-- Data shown follows --
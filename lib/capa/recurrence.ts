import 'server-only';
import { type SQL, and, count, eq, gt, gte, lt, lte, notInArray, or } from 'drizzle-orm';
import type { DbOrTx } from '../../db/client';
import { batches, capsuleDefects, deviations, fillingRings, machines } from '../../db/schema';
import {
  type RecurrenceCounts,
  type RecurrenceTarget,
  type RecurrenceVerdict,
  describeRecurrence,
  recurrenceVerdict,
  wholeDaysBetween,
} from './recurrence-rule';
import type { RecurrenceCriterion } from './schemas';

/*
 * The evidence for a recurrence criterion, read from Plumbline's own records: deviations with the
 * same defect on the same machine or ring raised since the CAPA's actions were completed, and the
 * batches made there since. Both counts are range scans on indexes the lists already use
 * (deviations_defect_idx / _machine_idx / _ring_idx on (x, created_at); batches_machine_idx /
 * _ring_idx on (x, manufactured_on)). Drafts are not yet reported and cancelled deviations were
 * raised in error, so neither counts.
 */

export interface RecurrenceEvidence extends RecurrenceCounts {
  target: RecurrenceTarget;
  met: RecurrenceVerdict;
  defect: { id: number; name: string } | null;
  machine: { id: number; label: string } | null;
  ring: { id: number; label: string } | null;
  /** e.g. "0 broken body deviations on BW-FIL-02 over 14 of 20 batches since 2026-10-30". */
  summary: string;
}

/**
 * `until` ends the count: a closed CAPA shows the evidence as it stood when it was decided, not what
 * happened afterwards (that belongs to a new deviation and, if needed, a new CAPA).
 */
export async function computeRecurrence(
  dbOrTx: DbOrTx,
  criterion: RecurrenceCriterion,
  since: Date | null,
  now: Date = new Date(),
  until: Date | null = null,
): Promise<RecurrenceEvidence> {
  const end = until !== null && until < now ? until : now;
  const [defect, machine, ring] = await Promise.all([
    criterion.defectId === undefined
      ? null
      : dbOrTx
          .select({ id: capsuleDefects.id, name: capsuleDefects.name })
          .from(capsuleDefects)
          .where(eq(capsuleDefects.id, criterion.defectId))
          .then((r) => r[0] ?? null),
    criterion.machineId === undefined
      ? null
      : dbOrTx
          .select({ id: machines.id, assetTag: machines.assetTag, name: machines.name })
          .from(machines)
          .where(eq(machines.id, criterion.machineId))
          .then((r) => (r[0] ? { id: r[0].id, label: `${r[0].name} (${r[0].assetTag})` } : null)),
    criterion.ringId === undefined
      ? null
      : dbOrTx
          .select({ id: fillingRings.id, serial: fillingRings.serial })
          .from(fillingRings)
          .where(eq(fillingRings.id, criterion.ringId))
          .then((r) => (r[0] ? { id: r[0].id, label: `ring ${r[0].serial}` } : null)),
  ]);

  const target: RecurrenceTarget = { batches: criterion.batches ?? null, days: criterion.days ?? null };
  let counts: RecurrenceCounts = { since: null, recurrences: 0, batchesSince: 0, daysSince: 0 };
  if (since !== null) {
    const place = (machineColumn: typeof deviations.machineId | typeof batches.machineId, ringColumn: typeof deviations.ringId | typeof batches.ringId) =>
      or(
        criterion.machineId !== undefined ? eq(machineColumn, criterion.machineId) : undefined,
        criterion.ringId !== undefined ? eq(ringColumn, criterion.ringId) : undefined,
      );
    const deviationWhere: (SQL | undefined)[] = [
      criterion.defectId !== undefined ? eq(deviations.defectId, criterion.defectId) : undefined,
      place(deviations.machineId, deviations.ringId),
      // created_at leads the range on the index; occurred_at keeps out events from before the actions.
      gte(deviations.createdAt, since),
      gte(deviations.occurredAt, since),
      lt(deviations.createdAt, end),
      notInArray(deviations.status, ['draft', 'cancelled']),
    ];
    // A batch counts from the day after the actions were completed: one made that day may have run before.
    const sinceDay = since.toISOString().slice(0, 10);
    const [[deviationCount], [batchCount]] = await Promise.all([
      dbOrTx.select({ n: count() }).from(deviations).where(and(...deviationWhere)),
      criterion.machineId === undefined && criterion.ringId === undefined
        ? Promise.resolve([{ n: 0 }])
        : dbOrTx
            .select({ n: count() })
            .from(batches)
            .where(and(place(batches.machineId, batches.ringId), gt(batches.manufacturedOn, sinceDay), lte(batches.manufacturedOn, end.toISOString().slice(0, 10)))),
    ]);
    counts = {
      since: since.toISOString(),
      recurrences: deviationCount?.n ?? 0,
      batchesSince: batchCount?.n ?? 0,
      daysSince: wholeDaysBetween(since.toISOString(), end),
    };
  }

  const what = defect ? defect.name.toLowerCase() : 'any';
  const where = [machine?.label, ring?.label].filter(Boolean).join(' or ') || 'any machine';
  return {
    ...counts,
    target,
    met: recurrenceVerdict(counts, target),
    defect,
    machine,
    ring,
    summary: describeRecurrence(counts, target, what, where),
  };
}
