import 'server-only';
import { and, eq } from 'drizzle-orm';
import { z } from 'zod';
import { db, type DbOrTx } from '../../db/client';
import { capas, users } from '../../db/schema';
import { type TokenBinding, type TokenProblem, checkActionToken, consumeActionToken, tokenProblemTexts } from '../action-tokens';
import { ConflictError, ForbiddenError, NotFoundError } from '../errors';
import { type RecordActor, checkSection } from '../records/kind';
import { editRecord, loadRelated } from '../records/write-path';
import { parseInput } from '../validation/parse';
import { type CapaOutcome, recordEffective, recordNotEffective } from './commands';
import { type CapaDetailDto, getCapaDetail } from './detail';
import { capaStateLabels } from './labels';
import { capaKind } from './kind';
import { effectivenessReviewAction, mailReviewLink } from './review-links';

/*
 * What the review page (/review/<token>) does with a link from the e-mail. Every step checks the
 * token again against the person signed in and the CAPA as it is now: a link for someone else, used,
 * replaced, expired or for a CAPA that changed since it was sent changes nothing and says which.
 * The signature goes through the CAPA's own commands, with the token spent inside the signing
 * transaction (21 CFR 11.200(a): the password is asked every time; the link is single use).
 */

/** The CAPA's version, while the link's binding is a CAPA effectiveness review; anything else reads as changed. */
async function reviewedVersion(database: DbOrTx, binding: TokenBinding): Promise<number | null> {
  if (binding.recordType !== 'capa' || binding.action !== effectivenessReviewAction) return null;
  const [row] = await database.select({ version: capas.version }).from(capas).where(eq(capas.id, binding.recordId));
  return row?.version ?? null;
}

/** Whether this person may be sent a fresh link to this CAPA now, and if not, why not. */
export type FreshLinkVerdict = { allowed: true } | { allowed: false; why: string };

export const noRecordWhy =
  'This link does not say which CAPA it was for, so no fresh one can be sent from here. A QA approver can also review and sign a CAPA in the effectiveness check from its own page.';

/** Whether the kind's rules let this person ask for a fresh link now (lib/capa/kind.ts, section review_link). */
async function freshLinkVerdict(database: DbOrTx, viewer: RecordActor, capaId: number): Promise<FreshLinkVerdict> {
  const [row] = await database.select().from(capas).where(eq(capas.id, capaId));
  if (!row) return { allowed: false, why: noRecordWhy };
  if (row.status !== 'effectiveness_check') {
    return {
      allowed: false,
      why: `Its state is now “${capaStateLabels[row.status]}”: it no longer awaits an effectiveness review, so there is nothing to send a link for.`,
    };
  }
  const check = checkSection(capaKind, viewer, row, await loadRelated(capaKind, database, row), 'review_link');
  return check.ok ? { allowed: true } : { allowed: false, why: check.reason };
}

export type ReviewLinkView =
  | { ok: true; detail: CapaDetailDto; expiresAt: string; canSign: boolean }
  | {
      ok: false;
      problem: TokenProblem;
      title: string;
      body: string;
      /** The CAPA the link was for; null when it must not be revealed (another person's link) or is not known. */
      capa: { id: number; number: string } | null;
      freshLink: FreshLinkVerdict;
    };

/** What the review page shows for this token and this person. Reads only; nothing changes. */
export async function openReviewLink(raw: string, viewer: RecordActor, database: DbOrTx = db, now: Date = new Date()): Promise<ReviewLinkView> {
  const check = await checkActionToken(database, raw, viewer.id, (b) => reviewedVersion(database, b), now);
  if (!check.ok) {
    const binding = check.binding && check.binding.recordType === 'capa' && check.binding.action === effectivenessReviewAction ? check.binding : null;
    // A token for something other than a CAPA review is not a link this page knows.
    const problem: TokenProblem = check.binding && !binding ? 'unknown' : check.problem;
    const [capa] = binding
      ? await database.select({ id: capas.id, number: capas.number }).from(capas).where(eq(capas.id, binding.recordId))
      : [];
    return {
      ok: false,
      problem,
      ...tokenProblemTexts[problem],
      capa: capa ?? null,
      freshLink: capa ? await freshLinkVerdict(database, viewer, capa.id) : { allowed: false, why: noRecordWhy },
    };
  }
  const detail = await getCapaDetail(check.binding.recordId, viewer, database, now);
  const canSign = detail.allowedEvents.some((e) => e.type === 'record_effective' || e.type === 'record_not_effective');
  return { ok: true, detail, expiresAt: check.expiresAt.toISOString(), canSign };
}

export const reviewDecisionSchema = z.object({
  token: z.string().max(100),
  decision: z.enum(['effective', 'not_effective'], { error: 'Choose effective or not effective.' }),
  password: z.string().max(200).optional(),
  reason: z.string().max(2000).optional(),
});
export type ReviewDecisionInput = z.input<typeof reviewDecisionSchema>;

/**
 * Signs the decision the link asks for. The token is checked again, then spent inside the signing
 * transaction: if the signature is refused (wrong password, the CAPA changed) the link still works;
 * if it commits, the link is used and can never sign again.
 */
export async function signReviewDecision(actor: RecordActor, raw: ReviewDecisionInput): Promise<CapaOutcome> {
  const input = parseInput(reviewDecisionSchema, raw);
  const check = await checkActionToken(db, input.token, actor.id, (b) => reviewedVersion(db, b));
  if (!check.ok) {
    const problem = check.problem;
    throw new ConflictError(`${tokenProblemTexts[problem].title}. Nothing was signed.`);
  }
  const hooks = {
    async inTransaction(tx: DbOrTx) {
      if (!(await consumeActionToken(tx, check.tokenId))) {
        throw new ConflictError('This link was used, replaced or expired a moment ago. Nothing was signed.');
      }
    },
  };
  const target = { id: check.binding.recordId, version: check.binding.recordVersion, password: input.password ?? '' };
  return input.decision === 'effective'
    ? recordEffective(actor, target, hooks)
    : recordNotEffective(actor, { ...target, reason: input.reason ?? '' }, hooks);
}

/**
 * Sends the signed-in person a fresh link to the CAPA an old link was for, when they may review it
 * now. The old link tells which CAPA; it need not be usable (that is why a fresh one is asked for),
 * but it must be this person's own.
 */
export async function requestFreshReviewLink(actor: RecordActor, raw: { token: string }): Promise<{ email: string; expiresAt: string }> {
  const { token } = parseInput(z.object({ token: z.string().max(100) }), raw);
  const check = await checkActionToken(db, token, actor.id, (b) => reviewedVersion(db, b));
  const binding = check.binding;
  if (!binding || binding.recordType !== 'capa' || binding.action !== effectivenessReviewAction) {
    throw new ForbiddenError(noRecordWhy);
  }
  // The CAPA's rules decide (section review_link): the state (409), the role and independence (403).
  const outcome = await editRecord(capaKind, {
    id: binding.recordId,
    section: 'review_link',
    actor,
    expectedVersion: null,
    // Who asked, and when; never the token.
    action: 'review_link_requested',
    async apply(capa, { tx }) {
      const [reviewer] = await tx
        .select({ id: users.id, email: users.email })
        .from(users)
        .where(and(eq(users.id, actor.id), eq(users.active, true)));
      if (!reviewer) throw new NotFoundError('Your account');
      const { expiresAt } = await mailReviewLink(tx, capa, reviewer, {
        intro: `You asked for a fresh link to review the effectiveness check of ${capa.number}: ${capa.title}. Earlier links to it no longer work.`,
      });
      return { result: { email: reviewer.email, expiresAt: expiresAt.toISOString() } };
    },
  });
  return outcome.result!;
}
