/**
 * Not effective: back to planning for a new round of actions. The actions of this round stay on
 * record, completed as they were; the counters start again for the new round.
 */
export async function recordNotEffective(actor: RecordActor, raw: SignedReasonInput, hooks: SigningHooks = {}): Promise<CapaOutcome> {
  const input = parseInput(signedReasonSchema, raw);
  return transitionRecord(capaKind, {
    id: input.id,
    expectedVersion: input.version,
    event: 'record_not_effective',
    actor,
    reason: input.reason,
    password: input.password,
    signer: hooks.signer,
    changes: async (row, { tx }) => {
      await hooks.inTransaction?.(tx);
      return {
        effectivenessResult: 'not_effective',
        effectivenessNote: input.reason,
        planRound: row.planRound + 1,
        actionsPlanned: 0,
        actionsOpen: 0,
        actionsCompletedAt: null,
        planApprovedAt: null,
        effectivenessOpenedAt: null,
        effectivenessDueAt: null,
      };
    },
  });
}

export async function cancelCapa(actor: RecordActor, raw: SignedReasonInput, options: SignOptions = {}): Promise<CapaOutcome> {
  const input = parseInput(signedReasonSchema, raw);
  return transitionRecord(capaKind, {
    id: input.id,
    expectedVersion: input.version,
    event: 'cancel',
    actor,
    reason: input.reason,
    password: input.password,
    signer: options.signer,
    changes: (_row, { now }) => ({ cancelReason: input.reason, closedAt: now }),
  });
}
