def title_lines(rp: Replay, result: Optional[Result] = None) -> tuple[str, str]:
    """The picture's title (the instance's name) and a subtitle: size, objective and its value,
    the checker's verdict on the plan, and the solver's status, bound and gap when a result is drawn."""
    inst = rp.instance
    then = inst.objective.then != "none"
    parts = [f"{inst.dim}D, {len(inst.boxes)} boxes"]
    if rp.report is None:
        obj = inst.objective.minimise + (f" then {inst.objective.then}" if then else "")
        parts.append(f"minimise {obj}; no plan (the instance and its precedence graph)")
    else:
        parts.append(f"minimise {inst.objective.minimise} = {num(rp.report.objective)}"
                     + (f", then {inst.objective.then} = {rp.report.tips}" if then else ""))
        parts.append("plan checked: feasible" if rp.report.feasible else
                     f"plan INFEASIBLE: {plural(len(rp.report.violations), 'violation')}")
    if result is not None:
        claim = [f"solver status {result.status}"]
        if result.bound is not None:
            claim.append(f"bound {num(result.bound)}")
        if result.gap is not None:
            claim.append(f"gap {100 * result.gap:.2f}%")
        parts.append(", ".join(claim))
    return inst.name or "instance", "  ·  ".join(parts)


def heading(rp: Replay, result: Optional[Result], left: float = 20.0) -> list[Item]:
    """The title block drawn at the top of every picture."""
    title, sub = title_lines(rp, result)
    return [Text(left, 18, title, 16, anchor="start", weight="bold", cls="picture-title"),
            Text(left, 38, sub, 12, anchor="start", cls="picture-subtitle")]


def check_color_by(color_by: str) -> str:
    if color_by not in COLOR_BY:
        raise ValueError(f"color_by must be one of {COLOR_BY}, not {color_by!r}")
    return color_by


@dataclass(frozen=True)
class Colours:
    """The fill of every box, by destination (container, or target type without a plan) or by step."""

    by: str
    fills: dict[str, str]
    legend: tuple[tuple[str, str], ...]  # (colour, label)

    def of(self, box_id: str) -> str:
        return self.fills.get(box_id, palette.UNASSIGNED)


def colours(rp: Replay, color_by: str = "destination") -> Colours:
    check_color_by(color_by)
    inst = rp.instance
    fills: dict[str, str] = {}
    legend: list[tuple[str, str]] = []
    if color_by == "step" and rp.steps:
        n = len(rp.steps)
        for box_id, k in rp.step_of.items():
            fills[box_id] = palette.step_colour(k, n)
        marks = sorted({1, n, *range(1, n + 1, max(1, n // 5))})
        legend = [(palette.step_colour(k, n), f"move {k}") for k in marks]
    elif rp.steps:
        index = {key: n for n, key in enumerate(rp.keys)}
        for box_id, k in rp.step_of.items():
            key = rp.steps[k - 1].key
            fills[box_id] = palette.destination_colour(index[key])
        if len(rp.keys) <= MAX_KEYS:  # beyond that the panel titles name the containers
            legend = [(palette.destination_colour(n), container_label(key)) for n, key in enumerate(rp.keys)]
    else:
        index = {c.id: n for n, c in enumerate(inst.containers)}
        for b in inst.boxes:
            if b.target is not None and b.target in index:
                fills[b.id] = palette.destination_colour(index[b.target])
        used = sorted({b.target for b in inst.boxes if b.target in index}, key=index.__getitem__)
        legend = [(palette.destination_colour(index[t]), f"must go to {t}") for t in used]
    if any(b.id not in fills for b in inst.boxes):
        legend.append((palette.UNASSIGNED, "not moved" if rp.steps else "any container"))
    return Colours(color_by, fills, tuple(legend))


def container_label(key: Key) -> str:
    """A target container as people read it: type and index as in the plan file, `van[0]`."""
    return f"{key[0]}[{key[1]}]"


def container_size(inst: Instance, rp: Replay, key: Key) -> tuple[tuple[float, ...], bool]:
    """Display size of a target container and whether its top is open.

    An open top is drawn a little above the packed height (or the tallest box when empty);
    a container type missing from the instance is sized to what the plan put in it.
    """
    contents = [(s.move.at, s.extents) for s in rp.steps if s.key == key and s.extents is not None]
    try:
        size = list(inst.container(key[0]).size)
    except KeyError:
        size = [max([a[k] + e[k] for a, e in contents], default=1.0) for k in range(inst.dim - 1)] + [None]
    open_top = size[-1] is None
    if open_top:
        packed = max([a[-1] + e[-1] for a, e in contents], default=0.0)
        if packed <= 0:
            packed = max(max(b.size) for b in inst.boxes)
        size[-1] = packed * 1.08
    return tuple(float(v) for v in size), open_top  # type: ignore[arg-type]


def source_size(inst: Instance) -> tuple[tuple[float, ...], bool]:
    """Display size of the source (open top drawn just above its highest box)."""
    assert inst.source is not None
    size = list(inst.source.size)
    open_top = size[-1] is None
    if open_top:
        size[-1] = max(b.at[-1] + b.size[-1] for b in inst.boxes) * 1.08  # type: ignore[index]
    return tuple(float(v) for v in size), open_top  # type: ignore[arg-type]


def panel_name(kind: str, key, open_top: bool) -> str:
    """Title above a panel: the source, the boxes laid out, a container type, or one container."""
    top = " (open top)" if open_top else ""
    if kind == "source":
        return "source" + top
    if kind == "given":
        return "boxes (no source)"
    if kind == "type":
        return f"{key[0]} x{key[1]}{top}"
    return container_label(key)


def choose_scale(widths: list[float], heights: list[float]) -> float:
    """Pixels per unit for all panels: about 1100 px across in total, at most 900 px tall,
    each panel at least 200 px wide when that fits."""
    by_width = max(1100.0 / sum(widths), 200.0 / max(widths))
    return min(by_width, 900.0 / max(heights))


def vertical_stretch(scale: float, tallest: float, least: float = 48.0) -> float:
    """Factor by which a 2D picture's vertical axis is stretched so the tallest panel is at
    least `least` pixels tall (1 for all but very flat data, e.g. 1D bin packing as 2D)."""
    return max(1.0, least / (tallest * scale))


def panel_width(name: str, pixels: float) -> float:
    """A panel is at least as wide as its title (0.62 em per glyph at 12 px, bold)."""
    return max(pixels, 7.6 * len(name) + 12, 90.0)


def flow(sizes: list[tuple[float, float]], left: float = 20.0, top: float = 20.0 + TITLE) -> tuple[list[tuple[float, float]], float, float]:
    """Place panels of pixel `sizes` (including headers) left to right, wrapping rows.

    Returns the top-left corner of each panel and the width and height used.
    """
    x, y, row_h, width = left, top, 0.0, left
    out: list[tuple[float, float]] = []
    rows: list[list[int]] = [[]]
    for n, (w, h) in enumerate(sizes):
        if x > left and x + w > MAX_ROW:
            _floor(out, rows[-1], sizes, row_h)
            x, y, row_h = left, y + row_h + GAP, 0.0
            rows.append([])
        out.append((x, y))
        rows[-1].append(n)
        x += w + GAP
        row_h = max(row_h, h)
        width = max(width, x - GAP)
    _floor(out, rows[-1], sizes, row_h)
    return out, width + left, y + row_h


def _floor(corners: list[tuple[float, float]], row: list[int], sizes: list[tuple[float, float]], row_h: float) -> None:
    """Lower the panels of one row so their floors line up (pictures read from the floor up)."""
    for n in row:
        corners[n] = (corners[n][0], corners[n][1] + row_h - sizes[n][1])


@dataclass
class Notes:
    """What the legend must explain beyond colours: which marks appear, labels left off."""

    edges: bool = False
    tips: bool = False
    ghosts: bool = False
    moves: bool = False
    labels: int = 0  # boxes drawn
    unlabelled: int = 0  # of those, boxes whose label did not fit and was left off
    cut: bool = False
    extra: list[str] = field(default_factory=list)
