import type { AgeCategory } from '@shared/domain/age-categories'
import type { AuditComparison, FigureChange } from '@shared/domain/audit/comparison'
import { quarterEnd, quarterOf } from '@shared/domain/quarters'

// How the audit's figures are put on screen. Lags are stored as fractions and shown as
// percentages; their changes are in percentage points, so that "+2.0 pts" is never read as a
// relative change of 2 %.

/**
 * A fraction 0..1 as a percentage with one decimal: 0.123 → "12.3%". A missing one is no data
 * (a scope without records), never shown as 0.
 */
export const formatPercent = (fraction: number | null | undefined) =>
  fraction === null || fraction === undefined ? 'no data' : `${(fraction * 100).toFixed(1)}%`

/**
 * Squads without records, counted apart from the ones ranked: "2 squads without records" (no
 * data, left out of the rankings); empty when there are none.
 */
export function withoutRecordsText(squads: number | undefined): string {
  if (!squads) return ''
  return `${squads} ${squads === 1 ? 'squad' : 'squads'} without records (no data, not ranked)`
}

/**
 * Orders lags for a ranking, those without data last whatever the direction asked: a table
 * sorter given `order` ('ascend' or 'descend').
 */
export const compareLags = (a: number | null, b: number | null) =>
  a === null || b === null ? (a === null ? 1 : 0) - (b === null ? 1 : 0) : a - b

/** The balance ratio with two decimals; without backward progress it has no value. */
export const formatRatio = (ratio: number | null | undefined) =>
  ratio === null || ratio === undefined ? '—' : ratio.toFixed(2)

export type FigureKind = 'percent' | 'ratio' | 'count'

/**
 * Which way a figure improves: lags and gap counts should fall, the balance ratio should come
 * closer to 1.00 from either side.
 */
export type FigureAim = 'lower' | 'balanced'

export const formatFigure = (kind: FigureKind, value: number | null | undefined) =>
  kind === 'percent'
    ? formatPercent(value)
    : kind === 'ratio'
      ? formatRatio(value)
      : value === null || value === undefined
        ? '—'
        : String(value)

const sign = (n: number) => (n > 0 ? '+' : n < 0 ? '−' : '±')

/** A change with its sign and unit: "+2.5 pts", "−0.08", "+3". */
export function formatSignedChange(kind: FigureKind, change: number): string {
  const size = Math.abs(change)
  if (kind === 'percent') return `${sign(change)}${(size * 100).toFixed(1)} pts`
  if (kind === 'ratio') return `${sign(change)}${size.toFixed(2)}`
  return `${sign(change)}${size}`
}

export type ChangeVerdict = 'better' | 'worse' | 'same'

/** Whether the change is an improvement, by the figure's aim; null without a previous value. */
export function changeVerdict(aim: FigureAim, figure: FigureChange): ChangeVerdict | null {
  if (figure.previous === null || figure.current === null || figure.change === null) return null
  const before = aim === 'balanced' ? Math.abs(figure.previous - 1) : figure.previous
  const now = aim === 'balanced' ? Math.abs(figure.current - 1) : figure.current
  // Rounding noise below what is shown must not read as a change.
  if (Math.abs(now - before) < 1e-9) return 'same'
  return now < before ? 'better' : 'worse'
}

export interface ChangeText {
  arrow: '▲' | '▼' | '=' | ''
  signed: string
  /** The whole change in words, for screen readers and for anyone who does not read colour. */
  words: string
  verdict: ChangeVerdict | null
}

/** The change of one headline figure since the previous audit, in symbols and in words. */
export function describeChange(kind: FigureKind, aim: FigureAim, figure: FigureChange): ChangeText {
  const verdict = changeVerdict(aim, figure)
  if (figure.change === null || verdict === null) {
    const words =
      figure.previous === null ? 'no previous audit of this scope' : 'no value to compare'
    return { arrow: '', signed: '', words, verdict: null }
  }
  const shown = formatSignedChange(kind, figure.change)
  // A change that rounds to zero as shown reads as none, whatever its sign or its verdict.
  const unchanged = verdict === 'same' || !/[1-9]/.test(shown)
  if (unchanged) {
    return {
      arrow: '=',
      signed: '±0',
      words: 'unchanged since the previous audit',
      verdict: 'same',
    }
  }
  const arrow = figure.change > 0 ? '▲' : '▼'
  const direction = figure.change > 0 ? 'up' : 'down'
  return {
    arrow,
    signed: shown,
    words: `${direction} ${shown.slice(1)} since the previous audit (${verdict})`,
    verdict,
  }
}

export const categoryLabels: Record<AgeCategory, string> = {
  'age-group': 'Age group',
  junior: 'Junior',
  senior: 'Senior',
}

const phaseLabels: Record<string, string> = {
  queued: 'Waiting to start',
  reading: 'Reading the catalogue, athletes and records',
  records: 'Taking in each record’s steps as of the date',
  athletes: 'Balancing each athlete',
  gaps: 'Ranking the gaps',
  readiness: 'Checking readiness for the next category',
  hashing: 'Hashing the inputs for re-checking',
  storing: 'Storing the result',
  done: 'Done',
}

/** A job phase in words; an unknown phase is shown as the server names it. */
export const phaseLabel = (phase: string) => phaseLabels[phase] ?? phase

/**
 * The last `count` quarters that have ended by `today`, newest first: an audit cannot describe
 * a day still to come, so the current quarter is offered only on its last day.
 */
export function endedQuarters(today: string, count = 8): { quarter: string; endsOn: string }[] {
  const quarters: { quarter: string; endsOn: string }[] = []
  let [year, q] = quarterOf(today).split('-Q').map(Number) as [number, number]
  while (quarters.length < count) {
    const quarter = `${year}-Q${q}`
    const endsOn = quarterEnd(quarter)
    if (endsOn <= today) quarters.push({ quarter, endsOn })
    q -= 1
    if (q === 0) {
      q = 4
      year -= 1
    }
  }
  return quarters
}

/** The first characters of a hash, enough to tell audits apart at a glance. */
export const hashPrefix = (hash: string) => hash.slice(0, 12)

/** An ISO timestamp as its date and minutes, in the browser's time zone. */
export function formatTimestamp(iso: string): string {
  const date = new Date(iso)
  if (Number.isNaN(date.getTime())) return iso
  const pad = (n: number) => String(n).padStart(2, '0')
  return `${date.getFullYear()}-${pad(date.getMonth() + 1)}-${pad(date.getDate())} ${pad(date.getHours())}:${pad(date.getMinutes())}`
}

/** One audit on a trend chart. */
export interface TrendPoint {
  asOf: string
  clubFrontLag: number | null
  balanceRatio: number | null
}

/** A headline figure as the figure tiles show it. */
export interface HeadlineFigure {
  key: string
  label: string
  kind: FigureKind
  aim: FigureAim
  value: number | null
  /** The change since the previous audit; absent when there is nothing to compare with. */
  change?: FigureChange
  /** What the figure means, in a sentence. */
  hint: string
}

/** The report's headline figures with their change since the previous audit of the scope. */
export function reportFigures(
  headline: {
    clubFrontLag: number | null
    clubBackLag: number | null
    balanceRatio: number | null
    catalogueGaps: number
    athletesWithGaps: number
    readinessAlerts: number
  },
  comparison?: Pick<
    AuditComparison,
    | 'clubFrontLag'
    | 'clubBackLag'
    | 'balanceRatio'
    | 'catalogueGaps'
    | 'athletesWithGaps'
    | 'readinessAlerts'
  >,
): HeadlineFigure[] {
  return [
    {
      key: 'front-lag',
      label: 'Front-lag',
      kind: 'percent',
      aim: 'lower',
      value: headline.clubFrontLag,
      change: comparison?.clubFrontLag,
      hint: 'How far the forward counterparts trail the backward elements.',
    },
    {
      key: 'back-lag',
      label: 'Back-lag',
      kind: 'percent',
      aim: 'lower',
      value: headline.clubBackLag,
      change: comparison?.clubBackLag,
      hint: 'The same the other way round: backward trailing forward.',
    },
    {
      key: 'balance-ratio',
      label: 'Balance ratio',
      kind: 'ratio',
      aim: 'balanced',
      value: headline.balanceRatio,
      change: comparison?.balanceRatio,
      hint:
        headline.balanceRatio === null
          ? 'No backward progress yet, so no ratio.'
          : 'Forward over backward proficiency; 1.00 is balanced.',
    },
    {
      key: 'catalogue-gaps',
      label: 'Catalogue gaps',
      kind: 'count',
      aim: 'lower',
      value: headline.catalogueGaps,
      change: comparison?.catalogueGaps,
      hint: 'Backward elements whose forward counterpart is not in the catalogue.',
    },
    {
      key: 'athletes-with-gaps',
      label: 'Athletes with gaps',
      kind: 'count',
      aim: 'lower',
      value: headline.athletesWithGaps,
      change: comparison?.athletesWithGaps,
      hint: 'Athletes with at least one forward counterpart trailing.',
    },
    {
      key: 'readiness-alerts',
      label: 'Readiness alerts',
      kind: 'count',
      aim: 'lower',
      value: headline.readinessAlerts,
      change: comparison?.readinessAlerts,
      hint: 'Athletes changing category soon with a requirement still unmet.',
    },
  ]
}

/**
 * Whether a seeded value says it was written from memory: those must be checked against the
 * current FIG rules before anyone relies on them.
 */
export const fromMemory = (source: string) => /from memory/i.test(source)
-- Data shown concluded --
- _Task_: Please give back, exactly as it stands above, the stretch from the line with "const arrow = figure.change > 0 ? '▲' : '▼'" through the line with "athletes: 'Balancing each", and no line outside it.

- _Solution below_:
  const arrow = figure.change > 0 ? '▲' : '▼'
  const direction = figure.change > 0 ? 'up' : 'down'
  return {
    arrow,
    signed: shown,
    words: `${direction} ${shown.slice(1)} since the previous audit (${verdict})`,
    verdict,
  }
}

export const categoryLabels: Record<AgeCategory, string> = {
  'age-group': 'Age group',
  junior: 'Junior',
  senior: 'Senior',
}

const phaseLabels: Record<string, string> = {
  queued: 'Waiting to start',
  reading: 'Reading the catalogue, athletes and records',
  records: 'Taking in each record’s steps as of the date',
  athletes: 'Balancing each athlete',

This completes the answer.